- Prompt -
Beginning with the first line of the data below, extract each line up to and including the one containing "resolution beside it.". Copy them exactly and add nothing.

[Collected data]

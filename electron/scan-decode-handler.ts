// The decode-scan intent: the page hands the host a scan file it cannot decode itself
// — a TIFF, which no browser decodes, including the 1-bit CCITT Group 4 files office
// scanners write — and the host decodes it with the reader the command line uses
// (io/decode-scan.ts, sharp), with the same pixel budget and messages. The greys come
// back as a lossless 8-bit greyscale PNG, which the page decodes to exactly these
// values (and can show as the sheet's image), with the file's resolution beside it.
// The same handler answers the desktop preload and the browser-mode host.
import sharp from 'sharp';
import * as v from 'valibot';
import type { DecodedScanImage, HostIntents } from './api-contract.ts';
import type { HostContext } from './host-context.ts';
import { HandlerError } from './handler-error.ts';
import { MAX_FILE_NAME_LENGTH } from './places/workspace-files.ts';
import { decodeScanBytes } from './io/decode-scan.ts';
import { InputError } from './io/input-error.ts';

/**
 * Largest scan file decoded for the page: 192 MiB, which holds an uncompressed 8-bit
 * greyscale TIFF of the whole 200-megapixel budget (decode-scan.ts PIXEL_BUDGET), and
 * whose base64 (4 characters per 3 bytes) is 256 MiB, the largest body the browser
 * host takes (browser-host.ts MAX_PROJECT_REQUEST_BYTES).
 */
export const MAX_DECODE_SCAN_FILE_BYTES = 192 * 2 ** 20;

/** Characters of base64 the largest file takes. */
const MAX_SCAN_BASE64_CHARACTERS = 4 * Math.ceil(MAX_DECODE_SCAN_FILE_BYTES / 3);

/** Room in a request for the file name and the JSON around the base64, beyond the base64 itself. */
const REQUEST_OVERHEAD_CHARACTERS = 4096;

/** The largest decode-scan request body, for the browser host. */
export const MAX_DECODE_SCAN_REQUEST_CHARACTERS = MAX_SCAN_BASE64_CHARACTERS + REQUEST_OVERHEAD_CHARACTERS;

/**
 * Standard base64 (RFC 4648 §4): the alphabet, padding only at the end; with the length a
 * multiple of 4, checked apart. One character class, no repeated group, so the test stays
 * linear on a string of hundreds of MiB (a repeated group overflows V8's regex stack).
 */
const BASE64_PATTERN = /^[A-Za-z0-9+/]*={0,2}$/;

const MEBIBYTE = 2 ** 20;

const schema = v.strictObject({
  name: v.pipe(v.string(), v.minLength(1, 'a file name'), v.maxLength(MAX_FILE_NAME_LENGTH, `a file name of at most ${MAX_FILE_NAME_LENGTH} characters`)),
  base64: v.string('the file’s bytes in base64'),
});

/** The validated arguments of decodeScan; throws HandlerError 'bad-arguments', or 'scan-unreadable' for a file too large. */
export function decodeScanArguments(raw: unknown): HostIntents['decodeScan']['args'] {
  const result = v.safeParse(schema, raw ?? {});
  if (!result.success) {
    const issue = result.issues[0];
    const where = issue ? (v.getDotPath(issue) ?? 'the arguments') : 'the arguments';
    const problem = issue?.expected === 'never' ? 'this request does not take it' : (issue?.message ?? 'invalid value');
    throw new HandlerError('bad-arguments', `The request "decodeScan" was refused: ${where} is wrong (${problem}). This is a bug in the app: please report it.`);
  }
  const { name, base64 } = result.output;
  if (base64.length > MAX_SCAN_BASE64_CHARACTERS) {
    const megabytes = Math.round((base64.length * 3) / 4 / MEBIBYTE);
    throw new HandlerError('scan-unreadable', `${name} is about ${megabytes} MiB; Stemline reads scan files up to ${MAX_DECODE_SCAN_FILE_BYTES / MEBIBYTE} MiB. Save it compressed (Group 4 for a 1-bit scan, LZW or Deflate for grey), scan at a lower resolution, or crop the sheet.`);
  }
  if (base64.length === 0 || base64.length % 4 !== 0 || !BASE64_PATTERN.test(base64)) {
    throw new HandlerError('bad-arguments', `The request "decodeScan" was refused: base64 is wrong (not standard base64). This is a bug in the app: please report it.`);
  }
  return { name, base64 };
}

export async function decodeScan(args: HostIntents['decodeScan']['args'], _context: HostContext): Promise<DecodedScanImage> {
  let scan;
  try {
    scan = await decodeScanBytes(Buffer.from(args.base64, 'base64'), args.name);
  } catch (error) {
    if (error instanceof InputError) throw new HandlerError('scan-unreadable', error.message);
    throw error;
  }
  const { width, height, data } = scan.raster;
  const png = await sharp(data, { raw: { width, height, channels: 1 }, limitInputPixels: false }).png().toBuffer();
  return {
    width,
    height,
    ...(scan.dpi === undefined ? {} : { dpi: scan.dpi }),
    format: scan.format,
    bilevel: scan.bilevel,
    notes: scan.notes,
    pngBase64: png.toString('base64'),
  };
}
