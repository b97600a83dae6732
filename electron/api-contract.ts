// The narrow API between the renderer and the host (Electron main process or the
// browser-mode host). One entry per user intent; the renderer imports only these
// types, never host code. Both hosts route every call through `invokeHandler`
// (handlers.ts), so the same plain, tested functions answer in either mode.

/** Which host is serving the renderer. */
export type HostKind = 'electron' | 'browser';

/** What the about screen and the title bar show. */
export interface AppInfo {
  name: string;
  version: string;
  host: HostKind;
  /** Platform string of the machine running the host (e.g. 'linux'). */
  platform: string;
}

/**
 * Every intent the renderer may ask of the host, with its argument and result.
 * Later capabilities add entries here; each must validate its own arguments.
 */
export interface HostIntents {
  appInfo: { args: Record<string, never>; result: AppInfo };
}

export type IntentName = keyof HostIntents;

/** The object the preload script exposes as `window.stemline`. */
export type StemlineHostApi = {
  [K in IntentName]: (args: HostIntents[K]['args']) => Promise<HostIntents[K]['result']>;
};

/** Names of every intent, in one list both hosts and the preload agree on. */
export const INTENT_NAMES = ['appInfo'] as const satisfies readonly IntentName[];

/** The IPC channel an intent travels on in the Electron shell. */
export function channelFor(intent: IntentName): string {
  return `stemline:${intent}`;
}

/**
 * A failure the renderer can show the user as is: `message` says what was wrong
 * and what to do. Hosts send it across as `{ error: { kind, message } }`.
 */
export interface HostErrorPayload {
  kind: string;
  message: string;
}
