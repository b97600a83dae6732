// The Electron main process: one window showing the renderer, with every intent
// answered by the shared handlers (handlers.ts). Kept thin on purpose: all logic
// lives in plain functions that are tested without Electron. Project files are
// chosen in Electron's open and save dialogs (places/dialog-places.ts); each window
// remembers the files its user answered.
import { app, BrowserWindow, dialog, ipcMain, session, type WebContents } from 'electron';
import { join } from 'node:path';
import { APP_NAME } from './app-identity.ts';
import { channelFor, INTENT_NAMES } from './api-contract.ts';
import { invokeHandler } from './handlers.ts';
import { HandlerError } from './handler-error.ts';
import { projectAccess, type ProjectAccess } from './host-context.ts';
import { dialogPlaces } from './places/dialog-places.ts';
import { untitledRecoveryFolder } from './places/app-data-folder.ts';
import { PROJECT_EXTENSION } from './io/project/project-schema.ts';
import { FONT_FILE_EXTENSION } from './io/font/write-font-file.ts';

/** The file-type filter of the project dialogs. */
const PROJECT_FILTERS = [{ name: `${APP_NAME} project`, extensions: [PROJECT_EXTENSION.slice(1)] }];

/** The file-type filter of the font export dialog. */
const FONT_FILTERS = [{ name: 'OpenType font', extensions: [FONT_FILE_EXTENSION.slice(1)] }];

/** Each window's project access: its dialogs and the paths its user answered. */
const accessByWindow = new Map<number, ProjectAccess>();

function accessFor(contents: WebContents): ProjectAccess {
  let access = accessByWindow.get(contents.id);
  if (access) return access;
  const parent = () => BrowserWindow.fromWebContents(contents) ?? undefined;
  access = projectAccess(
    dialogPlaces({
      showOpen: async () => {
        const options = { properties: ['openFile' as const], filters: PROJECT_FILTERS };
        const window = parent();
        const answer = window ? await dialog.showOpenDialog(window, options) : await dialog.showOpenDialog(options);
        return answer.canceled ? null : (answer.filePaths[0] ?? null);
      },
      showSave: async (suggestedName) => {
        const options = { defaultPath: suggestedName, filters: PROJECT_FILTERS };
        const window = parent();
        const answer = window ? await dialog.showSaveDialog(window, options) : await dialog.showSaveDialog(options);
        return answer.canceled ? null : (answer.filePath || null);
      },
      showExportFont: async (suggestedName) => {
        const options = { title: 'Export the font', defaultPath: suggestedName, filters: FONT_FILTERS };
        const window = parent();
        const answer = window ? await dialog.showSaveDialog(window, options) : await dialog.showSaveDialog(options);
        return answer.canceled ? null : (answer.filePath || null);
      },
    }),
    untitledRecoveryFolder(),
  );
  accessByWindow.set(contents.id, access);
  contents.once('destroyed', () => accessByWindow.delete(contents.id));
  return access;
}

/** Opening window size in CSS pixels: room for a glyph canvas beside its panels. */
const INITIAL_WINDOW_SIZE = { width: 1280, height: 820 };

function createWindow(): BrowserWindow {
  const window = new BrowserWindow({
    ...INITIAL_WINDOW_SIZE,
    title: APP_NAME,
    webPreferences: {
      preload: join(import.meta.dirname, 'preload.cjs'),
      contextIsolation: true,
      sandbox: true,
      nodeIntegration: false,
      webSecurity: true,
    },
  });
  window.webContents.on('will-navigate', (event) => event.preventDefault());
  window.webContents.setWindowOpenHandler(() => ({ action: 'deny' }));
  void window.loadFile(join(app.getAppPath(), 'build', 'renderer', 'index.html'));
  return window;
}

function registerIntents(): void {
  for (const intent of INTENT_NAMES) {
    ipcMain.handle(channelFor(intent), async (event, args: unknown) => {
      if (event.senderFrame?.url.startsWith('file://') !== true) {
        return { error: { kind: 'forbidden', message: 'Requests are only taken from the app’s own window.' } };
      }
      try {
        return { result: await invokeHandler(intent, args, { host: 'electron', projects: accessFor(event.sender) }) };
      } catch (error) {
        if (error instanceof HandlerError) return { error: error.toPayload() };
        throw error;
      }
    });
  }
}

app.whenReady().then(() => {
  session.defaultSession.setPermissionRequestHandler((_contents, _permission, decide) => decide(false));
  registerIntents();
  createWindow();
  app.on('activate', () => {
    if (BrowserWindow.getAllWindows().length === 0) createWindow();
  });
});

app.on('window-all-closed', () => {
  if (process.platform !== 'darwin') app.quit();
});
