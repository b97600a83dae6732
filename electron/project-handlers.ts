// The project intents' handlers: list, open, save, save as, autosave, find or
// discard recovered work, and the recent projects (each file opened or saved is put
// first on the list; a recent file is reopened through the handle the host gives it). Plain functions over the host's ProjectAccess, so both
// hosts and the tests run the same code. Paths come only from the host's places (a
// dialog the user answered, or the browser workspace) and from the handles given for
// them; a project's scans are read from its own folder or its embedded copies.
import { mkdir, readdir, stat, unlink } from 'node:fs/promises';
import { basename, dirname, join } from 'node:path';
import type { HostIntents, OpenedProject, ProjectHandle, ProjectListing, RecentProject, RecoveredWork, SavedProject } from './api-contract.ts';
import type { HostContext } from './host-context.ts';
import { HandlerError } from './handler-error.ts';
import { fileFailure } from './file-failure.ts';
import { UNTITLED_PREFIX, type ProjectPlace } from './places/project-handles.ts';
import { autosaveProject as writeRecovery, findRecovery, loadProject, recoveryPathFor, saveProject as writeProject } from './io/project/project-file.ts';
import { withEmbeddedScans } from './io/project/project-scans.ts';
import { PROJECT_EXTENSION, type ProjectData } from './io/project/project-schema.ts';

type Args<K extends keyof HostIntents> = HostIntents[K]['args'];

/** The name shown for a place: the project file's name, or null for a project never saved. */
function placeName(place: ProjectPlace): string | null {
  return place.kind === 'file' ? basename(place.path) : null;
}

/** `project` with every scan's bytes embedded, read from the project's folder or its own copies. */
async function withScanBytes(projectPath: string, project: ProjectData, action: 'open' | 'read the recovered work of'): Promise<ProjectData> {
  try {
    return await withEmbeddedScans(projectPath, project);
  } catch (error) {
    throw fileFailure(error, action, basename(projectPath));
  }
}

/** The name a save dialog suggests: the font's family name as a file name. */
function suggestedFileName(project: ProjectData): string {
  const base = project.font.familyName.replace(/[/\\:*?"<>|\u0000-\u001f]+/g, ' ').trim() || 'Untitled';
  return `${base}${PROJECT_EXTENSION}`;
}

async function removeRecovery(projectPath: string): Promise<boolean> {
  try {
    await unlink(recoveryPathFor(projectPath));
    return true;
  } catch (error) {
    if ((error as NodeJS.ErrnoException).code === 'ENOENT') return false;
    throw error;
  }
}

/** The place the user chose, with a file-system failure while checking it turned into a message. */
async function chosen(choose: () => Promise<string | null>, action: 'open' | 'save'): Promise<string | null> {
  try {
    return await choose();
  } catch (error) {
    throw fileFailure(error, action, 'the chosen project');
  }
}

export async function listProjects(_args: Args<'listProjects'>, context: HostContext): Promise<ProjectListing> {
  try {
    return await context.projects.places.list();
  } catch (error) {
    throw fileFailure(error, 'open', 'the workspace folder');
  }
}

export async function openProject(args: Args<'openProject'>, context: HostContext): Promise<OpenedProject | null> {
  const path = await chosen(() => context.projects.places.chooseToOpen(args.name), 'open');
  if (path === null) return null;
  return openAt(path, context);
}

/** Reads the project at `path` (a place the user chose), remembers it and puts it first among the recent projects. */
async function openAt(path: string, context: HostContext): Promise<OpenedProject> {
  const name = basename(path);
  let project: ProjectData;
  try {
    project = await loadProject(path);
  } catch (error) {
    throw fileFailure(error, 'open', name);
  }
  project = await withScanBytes(path, project, 'open');
  await context.recent.add(path);
  return { handle: context.projects.handles.remember({ kind: 'file', path }), name, project };
}

export async function listRecentProjects(_args: Args<'listRecentProjects'>, context: HostContext): Promise<{ projects: RecentProject[] }> {
  const projects: RecentProject[] = [];
  for (const path of await context.recent.list()) {
    if (!(await context.projects.places.mayReopen(path))) continue;
    const info = await stat(path).catch(() => null);
    if (info === null || !info.isFile()) continue; // moved, deleted or on a drive not attached now: not offered, but kept
    projects.push({ handle: context.projects.handles.remember({ kind: 'file', path }), name: basename(path), folderName: basename(dirname(path)) });
  }
  return { projects };
}

export async function openRecentProject(args: Args<'openRecentProject'>, context: HostContext): Promise<OpenedProject> {
  const place = context.projects.handles.place(args.handle);
  if (place.kind !== 'file') {
    throw new HandlerError('bad-arguments', 'This project has not been saved to a file yet, so it cannot be opened from the recent list. This is a bug in the app: please report it.');
  }
  if (!(await context.projects.places.mayReopen(place.path))) {
    throw new HandlerError('path-refused', `${basename(place.path)} is not in the workspace folder, so it cannot be opened here. Use Open… to choose a project of the workspace.`);
  }
  const info = await stat(place.path).catch(() => null);
  if (info === null || !info.isFile()) {
    await context.recent.remove(place.path);
    throw new HandlerError('project-file', `${basename(place.path)} is no longer in the folder “${basename(dirname(place.path))}” (it was moved, renamed or deleted), so it was taken off the recent projects. Use Open… to find it.`);
  }
  return openAt(place.path, context);
}

export async function saveProject(args: Args<'saveProject'>, context: HostContext): Promise<SavedProject> {
  const place = context.projects.handles.place(args.handle);
  if (place.kind !== 'file') {
    throw new HandlerError('bad-arguments', 'This project has not been saved to a file yet: use Save as… to choose where to keep it.');
  }
  const name = basename(place.path);
  try {
    await writeProject(place.path, args.project);
  } catch (error) {
    throw fileFailure(error, 'save', name);
  }
  return { handle: args.handle, name };
}

export async function saveProjectAs(args: Args<'saveProjectAs'>, context: HostContext): Promise<SavedProject | null> {
  const path = await chosen(() => context.projects.places.chooseToSave(args.name, suggestedFileName(args.project)), 'save');
  if (path === null) return null;
  const name = basename(path);
  try {
    await writeProject(path, args.project);
  } catch (error) {
    throw fileFailure(error, 'save', name);
  }
  await context.recent.add(path);
  // The work now lives in the new file: the autosaved copy of where it came from is superseded.
  const previous = args.replacing === undefined ? undefined : context.projects.handles.find(args.replacing);
  if (previous !== undefined && previous.path !== path) await removeRecovery(previous.path).catch(() => false);
  return { handle: context.projects.handles.remember({ kind: 'file', path }), name };
}

export async function autosaveProject(args: Args<'autosaveProject'>, context: HostContext): Promise<{ handle: ProjectHandle }> {
  const { handles, untitledFolder } = context.projects;
  const handle = args.handle ?? handles.newUntitled(untitledFolder);
  const place = handles.place(handle);
  try {
    if (place.kind === 'untitled') await mkdir(untitledFolder, { recursive: true });
    await writeRecovery(place.path, args.project);
  } catch (error) {
    throw fileFailure(error, 'autosave', placeName(place) ?? 'the unsaved project');
  }
  return { handle };
}

/** The untitled places in `folder` that hold a recovery copy, as project paths. */
async function untitledPlacesIn(folder: string): Promise<string[]> {
  const names = await readdir(folder).catch(() => [] as string[]);
  const prefix = `.${UNTITLED_PREFIX}`;
  const suffix = `${PROJECT_EXTENSION}.recovery`;
  return names.filter((n) => n.startsWith(prefix) && n.endsWith(suffix)).map((n) => join(folder, n.slice(1, -'.recovery'.length)));
}

export async function findRecoveredWork(args: Args<'findRecoveredWork'>, context: HostContext): Promise<RecoveredWork | null> {
  const { handles, untitledFolder } = context.projects;
  let place: ProjectPlace;
  let found: Awaited<ReturnType<typeof findRecovery>> = null;
  if (args.handle !== undefined) {
    place = handles.place(args.handle);
    found = await findRecovery(place.path);
  } else {
    // The latest work of any project never saved: the newest valid copy in the recovery folder.
    place = { kind: 'untitled', path: '' };
    for (const path of await untitledPlacesIn(untitledFolder)) {
      const candidate = await findRecovery(path);
      if (candidate !== null && (found === null || candidate.savedAt > found.savedAt)) {
        found = candidate;
        place = { kind: 'untitled', path };
      }
    }
  }
  if (found === null) return null;
  const project = await withScanBytes(place.path, found.project, 'read the recovered work of');
  return { handle: args.handle ?? handles.remember(place), name: placeName(place), savedAt: found.savedAt.toISOString(), project };
}

export async function discardRecoveredWork(args: Args<'discardRecoveredWork'>, context: HostContext): Promise<{ discarded: boolean }> {
  const place = context.projects.handles.place(args.handle);
  try {
    return { discarded: await removeRecovery(place.path) };
  } catch (error) {
    throw fileFailure(error, 'discard the recovered work of', placeName(place) ?? 'the unsaved project');
  }
}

- The completed task -
filename electron/scan-decode-handler.ts
// The decode-scan intent: the page hands the host a scan file it cannot decode itself
// — a TIFF, which no browser decodes, including the 1-bit CCITT Group 4 files office
// scanners write — and the host decodes it with the reader the command line uses
// (io/decode-scan.ts, sharp), with the same pixel budget and messages. The greys come
// back as a lossless 8-bit greyscale PNG, which the page decodes to exactly these
// values (and can show as the sheet's image), with the file's resolution beside it.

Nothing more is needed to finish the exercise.